Work required: Every line of the data that includes "extends" should be copied out.

Provided material:

....................

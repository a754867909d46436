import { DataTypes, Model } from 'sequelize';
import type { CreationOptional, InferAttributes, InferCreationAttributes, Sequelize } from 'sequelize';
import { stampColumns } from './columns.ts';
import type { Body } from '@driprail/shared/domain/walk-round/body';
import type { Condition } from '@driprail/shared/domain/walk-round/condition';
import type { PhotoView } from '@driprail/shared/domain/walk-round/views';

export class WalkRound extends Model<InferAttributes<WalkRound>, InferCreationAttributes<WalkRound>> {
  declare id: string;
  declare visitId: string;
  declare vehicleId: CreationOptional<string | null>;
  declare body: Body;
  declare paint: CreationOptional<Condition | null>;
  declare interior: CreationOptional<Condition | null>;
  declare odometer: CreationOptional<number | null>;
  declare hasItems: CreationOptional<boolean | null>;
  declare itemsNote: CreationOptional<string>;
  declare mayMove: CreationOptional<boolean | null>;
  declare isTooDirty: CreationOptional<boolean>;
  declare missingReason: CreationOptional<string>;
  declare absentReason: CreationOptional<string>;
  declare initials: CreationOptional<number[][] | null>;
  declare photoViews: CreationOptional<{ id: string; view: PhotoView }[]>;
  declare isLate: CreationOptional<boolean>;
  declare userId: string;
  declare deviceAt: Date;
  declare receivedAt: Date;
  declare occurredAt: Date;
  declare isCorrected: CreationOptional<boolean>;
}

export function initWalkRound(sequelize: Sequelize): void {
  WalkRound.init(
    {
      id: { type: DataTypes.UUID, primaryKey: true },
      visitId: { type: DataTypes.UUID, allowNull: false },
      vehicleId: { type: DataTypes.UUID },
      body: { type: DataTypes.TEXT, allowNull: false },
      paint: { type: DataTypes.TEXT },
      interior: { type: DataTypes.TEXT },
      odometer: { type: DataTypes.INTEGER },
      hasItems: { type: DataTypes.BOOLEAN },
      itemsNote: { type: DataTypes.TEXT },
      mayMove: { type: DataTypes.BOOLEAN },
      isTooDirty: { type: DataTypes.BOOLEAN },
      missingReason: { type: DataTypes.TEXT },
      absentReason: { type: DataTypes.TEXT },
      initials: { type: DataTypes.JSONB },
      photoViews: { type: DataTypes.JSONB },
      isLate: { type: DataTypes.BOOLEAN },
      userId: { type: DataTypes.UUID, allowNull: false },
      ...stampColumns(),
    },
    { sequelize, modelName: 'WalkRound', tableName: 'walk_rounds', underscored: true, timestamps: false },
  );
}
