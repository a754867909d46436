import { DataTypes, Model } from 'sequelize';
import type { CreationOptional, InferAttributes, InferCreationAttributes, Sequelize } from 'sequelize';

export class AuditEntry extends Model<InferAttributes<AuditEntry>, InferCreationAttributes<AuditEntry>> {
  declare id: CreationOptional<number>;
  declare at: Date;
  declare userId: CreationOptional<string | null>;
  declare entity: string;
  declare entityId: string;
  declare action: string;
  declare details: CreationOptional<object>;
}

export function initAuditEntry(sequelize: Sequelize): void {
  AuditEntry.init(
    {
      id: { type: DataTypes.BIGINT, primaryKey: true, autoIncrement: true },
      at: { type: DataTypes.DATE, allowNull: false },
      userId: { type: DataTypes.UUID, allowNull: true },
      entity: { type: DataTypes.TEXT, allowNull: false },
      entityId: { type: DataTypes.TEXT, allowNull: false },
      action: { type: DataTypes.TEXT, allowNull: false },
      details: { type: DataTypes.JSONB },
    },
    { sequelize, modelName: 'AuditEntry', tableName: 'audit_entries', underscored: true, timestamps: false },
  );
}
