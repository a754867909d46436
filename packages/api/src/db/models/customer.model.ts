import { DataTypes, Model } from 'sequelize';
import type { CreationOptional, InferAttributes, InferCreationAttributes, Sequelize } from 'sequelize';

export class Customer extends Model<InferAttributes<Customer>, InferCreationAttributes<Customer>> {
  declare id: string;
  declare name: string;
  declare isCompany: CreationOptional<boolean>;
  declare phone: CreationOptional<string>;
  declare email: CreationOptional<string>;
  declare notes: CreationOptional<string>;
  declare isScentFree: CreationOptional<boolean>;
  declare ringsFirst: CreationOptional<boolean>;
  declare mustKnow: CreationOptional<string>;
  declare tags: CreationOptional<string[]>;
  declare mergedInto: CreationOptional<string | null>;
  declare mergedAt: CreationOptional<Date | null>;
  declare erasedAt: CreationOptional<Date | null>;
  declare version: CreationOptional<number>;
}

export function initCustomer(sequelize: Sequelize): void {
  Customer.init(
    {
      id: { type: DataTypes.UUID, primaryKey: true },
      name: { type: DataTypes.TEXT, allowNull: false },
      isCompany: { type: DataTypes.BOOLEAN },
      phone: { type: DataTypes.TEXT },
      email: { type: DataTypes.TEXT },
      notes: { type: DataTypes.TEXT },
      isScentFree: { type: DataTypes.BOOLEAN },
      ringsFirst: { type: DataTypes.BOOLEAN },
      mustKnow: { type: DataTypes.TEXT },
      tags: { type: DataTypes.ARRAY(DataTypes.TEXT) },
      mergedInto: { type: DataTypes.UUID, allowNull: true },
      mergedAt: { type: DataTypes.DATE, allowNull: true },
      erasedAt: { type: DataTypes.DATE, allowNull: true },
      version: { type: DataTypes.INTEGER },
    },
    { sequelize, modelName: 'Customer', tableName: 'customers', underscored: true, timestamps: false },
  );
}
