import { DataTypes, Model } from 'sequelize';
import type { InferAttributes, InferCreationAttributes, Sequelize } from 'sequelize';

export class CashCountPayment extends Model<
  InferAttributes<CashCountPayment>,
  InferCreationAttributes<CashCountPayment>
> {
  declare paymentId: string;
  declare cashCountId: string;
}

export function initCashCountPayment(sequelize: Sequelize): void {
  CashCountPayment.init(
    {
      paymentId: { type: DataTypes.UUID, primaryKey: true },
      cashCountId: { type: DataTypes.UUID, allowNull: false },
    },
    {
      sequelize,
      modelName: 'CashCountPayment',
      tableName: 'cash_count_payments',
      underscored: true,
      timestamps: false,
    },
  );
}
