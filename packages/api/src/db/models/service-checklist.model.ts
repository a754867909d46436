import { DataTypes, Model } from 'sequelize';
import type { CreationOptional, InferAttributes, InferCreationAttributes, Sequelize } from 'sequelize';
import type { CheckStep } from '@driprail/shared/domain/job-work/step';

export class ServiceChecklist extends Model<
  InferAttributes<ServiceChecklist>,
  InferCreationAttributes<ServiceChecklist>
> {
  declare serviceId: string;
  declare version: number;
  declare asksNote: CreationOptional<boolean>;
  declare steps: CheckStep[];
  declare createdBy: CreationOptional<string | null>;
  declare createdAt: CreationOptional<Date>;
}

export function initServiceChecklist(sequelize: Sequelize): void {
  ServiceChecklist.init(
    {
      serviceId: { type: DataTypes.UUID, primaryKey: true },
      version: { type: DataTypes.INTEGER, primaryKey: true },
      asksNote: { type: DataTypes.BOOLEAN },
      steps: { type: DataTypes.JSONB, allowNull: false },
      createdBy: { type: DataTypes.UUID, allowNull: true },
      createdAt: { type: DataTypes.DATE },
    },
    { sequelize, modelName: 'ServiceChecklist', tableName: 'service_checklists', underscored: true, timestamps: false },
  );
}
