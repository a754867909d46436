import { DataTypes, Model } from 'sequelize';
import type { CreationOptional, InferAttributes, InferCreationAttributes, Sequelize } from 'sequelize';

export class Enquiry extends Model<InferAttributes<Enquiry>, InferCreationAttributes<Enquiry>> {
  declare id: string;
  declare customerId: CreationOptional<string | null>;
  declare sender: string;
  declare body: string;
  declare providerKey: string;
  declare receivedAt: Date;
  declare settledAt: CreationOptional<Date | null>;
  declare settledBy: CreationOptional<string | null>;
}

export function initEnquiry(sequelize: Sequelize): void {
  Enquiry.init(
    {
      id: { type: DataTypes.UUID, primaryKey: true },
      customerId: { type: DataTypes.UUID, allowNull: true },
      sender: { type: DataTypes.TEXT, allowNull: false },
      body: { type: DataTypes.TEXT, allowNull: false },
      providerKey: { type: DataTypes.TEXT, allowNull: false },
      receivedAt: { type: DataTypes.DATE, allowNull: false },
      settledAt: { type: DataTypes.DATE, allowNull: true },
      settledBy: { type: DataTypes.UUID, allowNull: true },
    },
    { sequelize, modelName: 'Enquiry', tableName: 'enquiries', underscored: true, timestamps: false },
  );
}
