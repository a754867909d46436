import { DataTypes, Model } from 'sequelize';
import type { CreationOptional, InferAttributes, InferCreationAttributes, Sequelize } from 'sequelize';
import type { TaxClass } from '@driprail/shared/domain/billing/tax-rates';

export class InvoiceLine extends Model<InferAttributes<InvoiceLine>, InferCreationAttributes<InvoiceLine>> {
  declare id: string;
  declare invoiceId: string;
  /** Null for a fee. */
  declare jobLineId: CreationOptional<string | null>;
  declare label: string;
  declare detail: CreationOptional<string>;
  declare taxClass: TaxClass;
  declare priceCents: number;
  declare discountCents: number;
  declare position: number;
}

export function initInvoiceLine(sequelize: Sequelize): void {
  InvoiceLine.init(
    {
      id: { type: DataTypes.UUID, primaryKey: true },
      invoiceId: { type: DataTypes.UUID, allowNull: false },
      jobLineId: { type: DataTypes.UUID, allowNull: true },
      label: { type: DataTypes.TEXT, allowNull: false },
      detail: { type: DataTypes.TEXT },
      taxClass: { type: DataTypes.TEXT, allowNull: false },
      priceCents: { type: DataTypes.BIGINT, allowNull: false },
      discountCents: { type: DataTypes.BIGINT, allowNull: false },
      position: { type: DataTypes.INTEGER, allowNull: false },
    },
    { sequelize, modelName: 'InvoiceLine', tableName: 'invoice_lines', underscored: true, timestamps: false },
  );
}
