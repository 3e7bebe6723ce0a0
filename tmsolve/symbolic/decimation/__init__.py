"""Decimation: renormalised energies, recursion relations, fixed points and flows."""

....................

Written solution:
export class WalkRound extends Model<InferAttributes<WalkRound>, InferCreationAttributes<WalkRound>> {
export class AuditEntry extends Model<InferAttributes<AuditEntry>, InferCreationAttributes<AuditEntry>> {
export class Customer extends Model<InferAttributes<Customer>, InferCreationAttributes<Customer>> {
export class CashCountPayment extends Model<
export class ServiceChecklist extends Model<
export class Enquiry extends Model<InferAttributes<Enquiry>, InferCreationAttributes<Enquiry>> {
export class InvoiceLine extends Model<InferAttributes<InvoiceLine>, InferCreationAttributes<InvoiceLine>> {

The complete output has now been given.